Ладно, сосредоточимся на текущем моменте. Одной рукой я осторожно распыляю на кожу под глаза тонкий слой грима, пальцами другой быстро формирую сеточку морщин. Та же основа делает блеклыми ресницы и брови. Над глазами тонкие ниточки черным карандашом – раз выпали волосенки, то и от бровок мало что осталось. Складки у рта подчеркнуты театральными тенями. Губки – куриная гузка, но помада – «звездный коралл», самый яркий цвет из коллекции Сибиллы. В сто лет жизнь только начинается, поэтому никаких там «скромных, пастельных». Пигментные пятна – бабуля недавно побывала на курорте, а зря – не все звезды одинаково полезны, ультрафиолет он и в космосе ультрафиолет, однако для старческой пигментации беру самую маленькую кисточку – современные салоны красоты творят чудеса. Отвисший подбородок, дряблая шея – все это театральный латекс, благо у меня его навалом. Замечательно! Теперь тело персонажа. Вот и ситцевое платье пригодилось. Оно висит на мне мешком, я опять похудела, но не от недоедания – Кир гоняет меня на тренажерах, и я подчиняюсь: ничто так не сводит с ума как бездействие, лень и скука в замкнутом пространстве. Вместо грудей – обвисшие мешочки прямо поверх моей «кольчуги», дряблые куски кожи у локтей.

Бабушке лет сто двадцать, поэтому – тросточка, тоже из 3D-принтера, хрупкая, как все, что сделано из переработанного пластика, опираться особо не будем. На ногах – кожаные шлепанцы Пайка, он пока не знает, думаю, ругаться не будет, наш циклон всегда за то, чтобы душевное здоровье мистера Демидова поддерживалось моими шалостями.

– Милок, милок, – проговариваю я по-русски, подбирая голос.

Этот – слишком надтреснутый и писклявый, не люблю буффонаду. М-м-м… сипловатый, нет. Вот то, что надо – бабу?шка привыкла всех строить и по-стариковски жалобно разговаривать не умеет.

Самое страшное – это предположение и недопонимание. Когда я вползла на камбуз (мы отказались от пафосных обедов в кают-компании), у глаза Кира были размером с блюдца. Еще бы, по длинному коридору я шла ме-е-едленно, мелкими шажками, звучно шаркая ногами и стуча тросточкой. Это Пайк знает все о наших передвижениях по кораблю, а у Демидова, должно быть, все пересмотренные намедни фильмы о корабельных призраках перед внутренним взором промелькнули (ну и программу вечернего просмотра я не просто так заранее подбирала). Как он усидел на стуле, непонятно. Наверное, помогла реакция Пайка. Вернее то, что реакции у циклона на мое появление не было никакой.
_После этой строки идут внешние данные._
import pino from 'pino';
import type { Logger } from 'pino';
import { EnvironmentError } from './env';

/** The log of a process: lines of JSON on standard output, without anything that opens a door. */
export function openLog(level: string, name: string): Logger {
  return pino({
    level,
    base: { name, pid: process.pid },
    redact: ['*.password', '*.passwordHash', '*.csrfToken', '*.cookie', '*.authorization'],
  });
}

/**
 * Run a process until it is told to end: `start` answers what ends it. A setting that can't be used is told in words;
 * everything else that breaks the start is told whole. Either way the exit code is 1.
 */
export async function runProcess(start: () => Promise<{ stop: () => Promise<void>; logger: Logger }>): Promise<void> {
  try {
    const { stop, logger } = await start();
    let isEnding = false;
    const end = (signal: NodeJS.Signals): void => {
      if (isEnding) return;
      isEnding = true;
      logger.info({ signal }, 'ending');
      stop().then(
        () => process.exit(0),
        (error: unknown) => {
          logger.error({ err: error }, 'the end was not clean');
          process.exit(1);
        },
      );
    };
    for (const signal of ['SIGINT', 'SIGTERM'] as const) process.on(signal, end);
  } catch (error) {
    tellFailure(error);
    process.exit(1);
  }
}

/** Say why a program can't do its work, on standard error. */
export function tellFailure(error: unknown): void {
  const isPlain = error instanceof EnvironmentError;
  const text = error instanceof Error ? (isPlain ? error.message : (error.stack ?? error.message)) : String(error);
  process.stderr.write(`${text}\n`);
}
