import type { Mesh } from '../development';

/** What a closed mesh must satisfy, counted. */
export interface MeshFacts {
  /** Edges whose counterpart is missing; 0 for a closed mesh with one sense. */
  readonly openEdges: number;
  readonly volumeMm3: number;
  readonly isFinite: boolean;
  readonly min: readonly [number, number, number];
  readonly max: readonly [number, number, number];
}

/** Counts open edges and volume of a mesh; corners within 0.00001 mm are one. */
export function meshFacts(mesh: Mesh): MeshFacts {
  const at = (index: number): readonly [number, number, number] => [
    mesh.positions[3 * index] ?? 0,
    mesh.positions[3 * index + 1] ?? 0,
    mesh.positions[3 * index + 2] ?? 0,
  ];
  const names = new Map<string, number>();
  const nameOf = (index: number): number => {
    const key = at(index)
      .map((value) => String(Math.round(value * 100_000)))
      .join(' ');
    const known = names.get(key);
    if (known !== undefined) return known;
    names.set(key, names.size);
    return names.size - 1;
  };
  const travelled = new Map<string, number>();
  let volume = 0;
  for (let first = 0; first + 2 < mesh.indices.length; first += 3) {
    const corners = [mesh.indices[first] ?? 0, mesh.indices[first + 1] ?? 0, mesh.indices[first + 2] ?? 0] as const;
    const [a, b, c] = [at(corners[0]), at(corners[1]), at(corners[2])];
    volume +=
      (a[0] * (b[1] * c[2] - b[2] * c[1]) - a[1] * (b[0] * c[2] - b[2] * c[0]) + a[2] * (b[0] * c[1] - b[1] * c[0])) /
      6;
    const ids = corners.map(nameOf);
    ids.forEach((from, side) => {
      const to = ids[(side + 1) % 3] ?? from;
      if (from === to) return;
      travelled.set(`${String(from)} ${String(to)}`, (travelled.get(`${String(from)} ${String(to)}`) ?? 0) + 1);
    });
  }
  let openEdges = 0;
  for (const [edge, times] of travelled) {
    const [from, to] = edge.split(' ');
    if ((travelled.get(`${String(to)} ${String(from)}`) ?? 0) !== times) openEdges += 1;
  }
  const extent = (pick: (...values: number[]) => number): readonly [number, number, number] => {
    const axis = (offset: number): number =>
      mesh.positions.filter((_, index) => index % 3 === offset).reduce((best, value) => pick(best, value));
    return [axis(0), axis(1), axis(2)];
  };
  return {
    openEdges,
    volumeMm3: volume,
    isFinite: [...mesh.positions, ...mesh.normals].every(Number.isFinite),
    min: extent(Math.min),
    max: extent(Math.max),
  };
}
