import type passport from 'passport';
import type { Logger } from 'pino';
import type { CuttingService } from './cutting/cutting-service';
import type { Database } from './database/database';
import type { LiveHub } from './events/live-hub';
import type { FileStore } from './files/file-store';
import type { RateLimits } from './http/rate-limit';
import type { Queue } from './jobs/queue';
import type { PaymentHost } from './payments/payment-host';

/** What the routes work with. Made once by the process, handed down; nothing below reaches for a global. */
export interface AppDependencies {
  readonly database: Database;
  readonly queue: Queue;
  readonly files: FileStore;
  readonly hub: LiveHub;
  readonly payments: PaymentHost;
  readonly cutting: CuttingService;
  readonly logger: Logger;
  readonly limits: RateLimits;
  readonly authenticator: passport.Authenticator;
  /** Where people reach this installation, without a slash at the end. */
  readonly publicUrl: string;
  /** Now; handed in so that tests can choose. */
  readonly now: () => Date;
}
– Мэм? – вопросительно поинтересовался Пайк, невозмутимо подняв одну бровь.

– Завари-ка нам чайку, милок, – строго выпалила я, шамкая, тряся головой и деловито подползая к обеденному столу. – А ты что уставился, внучек? Не рад видеть свою бабу?шку?

Полночи учила эти фразы. Если уж быть аутентичной, то во всем. Русский язык очень сложный. Семантика такая, что если не родился русским, то лучше и не пытаться эту бездну освоить. Говорят, двести лет назад этот язык был еще сложнее. Немудрено, что у русских такие… специфические мозги. Взять, к примеру, это самое «милок» – слово мужского рода, теоретически, женский вариант должен звучать как «милка», ан нет. И слово-то какое-то из лексикона этих самых бабулек, потому как позитивно-снисходительно-покровительственное.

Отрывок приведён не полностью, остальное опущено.